Closed JulesBelveze closed 3 years ago

JulesBelveze commented 3 years ago

Hi guys, First of all, thanks a lot for the cool repo 😄

I have implemented a [TD-BERT](Target-Dependent Sentiment Classification with BERT) and used the AEN-BERT from your repo and in both cases I ran into the same problem: it seems like the model gets biased towards entities.
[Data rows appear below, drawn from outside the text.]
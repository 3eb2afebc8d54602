import { planesFrom } from "../../../core/ocean/quantities/evaluate";
import type { JobFlags } from "../job";
import { type FieldArguments, geometryOf, heightsOn } from "./field";

/** Planes of several quantities on a range of dates: `out[q][(t - from) * cells + cell]`. Counts one a date. */
export function fieldPlanesTask(
  args: Omit<FieldArguments, "quantity"> & {
    readonly quantities: readonly string[];
    readonly dates: readonly [number, number];
  },
  job: JobFlags,
): Float32Array[] {
  const geometry = geometryOf(args.record, args.geostrophy);
  const cells = geometry.rows * geometry.columns;
  const [from, to] = args.dates;
  const out = args.quantities.map(() => new Float32Array((to - from) * cells));
  for (let date = from; date < to; date++) {
    job.poll();
    const planes = planesFrom(heightsOn(args, date), geometry);
    args.quantities.forEach((id, q) => {
      out[q].set(planes(id), (date - from) * cells);
    });
    job.count();
  }
  return out;
}
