import { chooseDoor } from "./bridge/choose-door";
import { startApp } from "./start-app";

const root = document.getElementById("root");
if (root) startApp(root, chooseDoor());
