import type { Drift } from "../../../core/model/scales-result";
import { driftOf, type PositionTime } from "../../../core/study/scales/drift-picture";
import type { JobFlags } from "../job";

/** Speed of the pattern in a position-time picture, what stands still included; null where there is none. */
export function scaleDriftTask(args: PositionTime, job: JobFlags): Drift | null {
  job.poll();
  const drift = driftOf(args, "mean");
  job.count();
  return drift;
}
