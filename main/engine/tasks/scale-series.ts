import { zonalityByAveraging } from "../../../core/jets/zonality";
import type { EnergyByPeriod, PeriodSpectrum } from "../../../core/model/scales-result";
import { type BackgroundBasis, backgroundBasis } from "../../../core/numeric/background";
import { quantityById } from "../../../core/ocean/quantities/evaluate";
import { regionSpectrum, unevenRegionSpectrum } from "../../../core/study/period-spectrum";
import { averagingBlocks } from "../../../core/study/scales/averaging";
import { energyByPeriod, withInterval, withPeriodogramInterval } from "../../../core/study/scales/energy-by-period";
import type { JobFlags } from "../job";

/** Fewest dates from which a spectrum is taken. */
const fewestDates = 16;

/**
 * What the sampled cells' series tell: zonality by averaging, the spectrum by period, energy by time scale. Uneven dates
 * leave the spectrum alone, a Lomb-Scargle periodogram: averages over blocks and shares of energy want even steps.
 */
export function scaleSeriesTask(
  args: {
    /** `u[cell * dates + date]`. */
    readonly u: Float32Array;
    readonly v: Float32Array;
    readonly cellWeights: Float64Array;
    readonly days: Float64Array;
    readonly stepDays: number;
    readonly even: boolean;
    readonly basis: BackgroundBasis;
    readonly weeksDays: number;
    readonly monthsDays: number;
  },
  job: JobFlags,
): {
  readonly zonality: { readonly days: Float64Array; readonly zonality: Float64Array };
  readonly period: PeriodSpectrum | null;
  readonly energy: EnergyByPeriod | null;
} {
  job.poll();
  job.count();
  const { cellWeights, days, stepDays } = args;
  const dates = days.length;
  const [u, v] = [Float64Array.from(args.u), Float64Array.from(args.v)];
  const blocks = args.even ? averagingBlocks(dates, stepDays) : [];
  const zonality = {
    days: Float64Array.from(blocks, (length) => length * stepDays),
    zonality: zonalityByAveraging({ u, v, dates, weights: cellWeights }, blocks),
  };
  if (dates < fewestDates) return { zonality, period: null, energy: null };
  if (!args.even) {
    const uneven = unevenRegionSpectrum(quantityById("u"), args.u, cellWeights, days, args.basis);
    return { zonality, period: uneven.density.length > 0 ? withPeriodogramInterval(uneven) : null, energy: null };
  }
  const spectrum = (id: "u" | "v", basis: BackgroundBasis) => {
    job.poll();
    return regionSpectrum(quantityById(id), args[id], cellWeights, stepDays, basis);
  };
  const meanAlone = backgroundBasis(days, { mean: true, trend: false, annual: false, semiannual: false }, 1);
  const [ofU, ofV] = [spectrum("u", meanAlone), spectrum("v", meanAlone)];
  const period = spectrum("u", args.basis);
  const known = ofU.segments > 0 && ofV.segments > 0;
  return {
    zonality,
    period: period.segments > 0 ? withInterval(period, stepDays) : null,
    energy: known
      ? energyByPeriod(meanEnergy(u, v, cellWeights, dates), [ofU, ofV], args.weeksDays, args.monthsDays)
      : null,
  };
}

function meanEnergy(u: Float64Array, v: Float64Array, weights: Float64Array, dates: number): number {
  let [sum, weight] = [0, 0];
  for (let i = 0; i < u.length; i++) {
    const energy = (u[i] * u[i] + v[i] * v[i]) / 2;
    if (Number.isNaN(energy)) continue;
    const own = weights[Math.floor(i / dates)];
    sum += own * energy;
    weight += own;
  }
  return sum / weight;
}
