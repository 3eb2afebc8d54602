import type { OpenStudy } from "../../core/contract/engine";
import { cutSectors } from "../../core/jets/ridges/sectors";
import { Fault } from "../../core/model/errors";
import type { JetsResult } from "../../core/model/jets-result";
import { thinnedDates } from "../../core/study/latitude-time";
import type { Job } from "./job";
import { fieldArguments, fieldStages } from "./latitudes";
import type { Workspace } from "./workspace";

/** Dates on which sectors are looked at, evenly over the record. */
const sectorDates = 300;
/** Fewest dates and rows in which jets can be followed. */
const fewestDates = 8;
const fewestRows = 5;

/** Finds the jets of a record in the study's band. Errors: too few dates or rows, and what band and background say. */
export async function jetsResult(workspace: Workspace, open: OpenStudy, grid: string, job: Job): Promise<JetsResult> {
  const { study } = open;
  const stages = await fieldStages(workspace, open, grid, { quantity: "u", inBand: true }, job);
  const { record, reduction, background } = stages;
  requireEnough(record.cube.dates, record.cube.rows);
  requireBand(study.band.filter);
  const sectors = cutSectors(record.axes.longitude.values, study.jets.sectorDegrees);
  const dates = thinnedDates(record.cube.dates, sectorDates);
  const parts = await job.step("Looking at longitude sectors", dates.length, () =>
    workspace.pool.share(
      "sectorSeries",
      dates.length,
      ([from, to]) => ({ ...fieldArguments(stages, study, true), sectors, dates: dates.subarray(from, to) }),
      job,
    ),
  );
  const sectorMeans = new Float64Array(parts.reduce((sum, part) => sum + part.length, 0));
  let start = 0;
  for (const part of parts) {
    sectorMeans.set(part, start);
    start += part.length;
  }
  const { axes, time, hasData } = record;
  const result = await workspace.pool.run(
    "jets",
    {
      record: { axes, time, hasData },
      settings: { band: study.band, jets: study.jets, geostrophy: study.geostrophy },
      zonal: reduction.zonal,
      basis: background.basis,
      sectors,
      sectorDates: dates,
      sectorMeans,
    },
    job,
  );
  return { key: await jetsKey(workspace, open, grid, job), ...result };
}

function requireBand(filter: OpenStudy["study"]["band"]["filter"]): void {
  if (filter !== "none") return;
  throw new Fault({
    tag: "band",
    where: "jets",
    expected: "a band to look for jets in",
    got: 'the filter "none"',
    advice: "choose a filter; leave the long side open to keep standing jets",
  });
}

/** Names the record and every setting that jets depend on. */
export async function jetsKey(workspace: Workspace, open: OpenStudy, grid: string, job: Job): Promise<string> {
  const { files } = await workspace.index(open, grid, job);
  const { region, period, geostrophy, space, background, band, jets } = open.study;
  const input = files.map(({ path, bytes, modifiedMs }) => [path, bytes, modifiedMs]);
  return JSON.stringify([grid, input, region ?? null, period ?? null, geostrophy, space, background, band, jets]);
}

function requireEnough(dates: number, rows: number): void {
  if (dates >= fewestDates && rows >= fewestRows) return;
  throw new Fault({
    tag: dates < fewestDates ? "period" : "region",
    where: "jets",
    expected: `at least ${fewestDates} dates and ${fewestRows} latitudes to follow jets in`,
    got: `${dates} dates and ${rows} latitudes`,
    advice: dates < fewestDates ? "choose a longer period" : "widen the region in latitude",
  });
}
Training on my custom dataset went well achieving a f1-score of 0.84 in one case and 0.86 in the other. However, by running a bunch of examples trough the models it seems like the model outputs depends a lot on the examples it has been trained on and kindda overfits. For example if I ran the model on:

"sentence": "Microsoft is delayed with the Xbox 480",
"target": "Microsoft"
output probs:
[0.11, 0.10, 0.79]

which is a pretty bad prediction. And if I replace Microsoft by another random entity let's say Koeze I get the following probs: 0.16, 0.31, 0.53.

I went through my training set and it happened that there are a majority of positive samples for both entities.

Do you have any idea on how I could potentially prevent the model from "overfitting" and getting biased?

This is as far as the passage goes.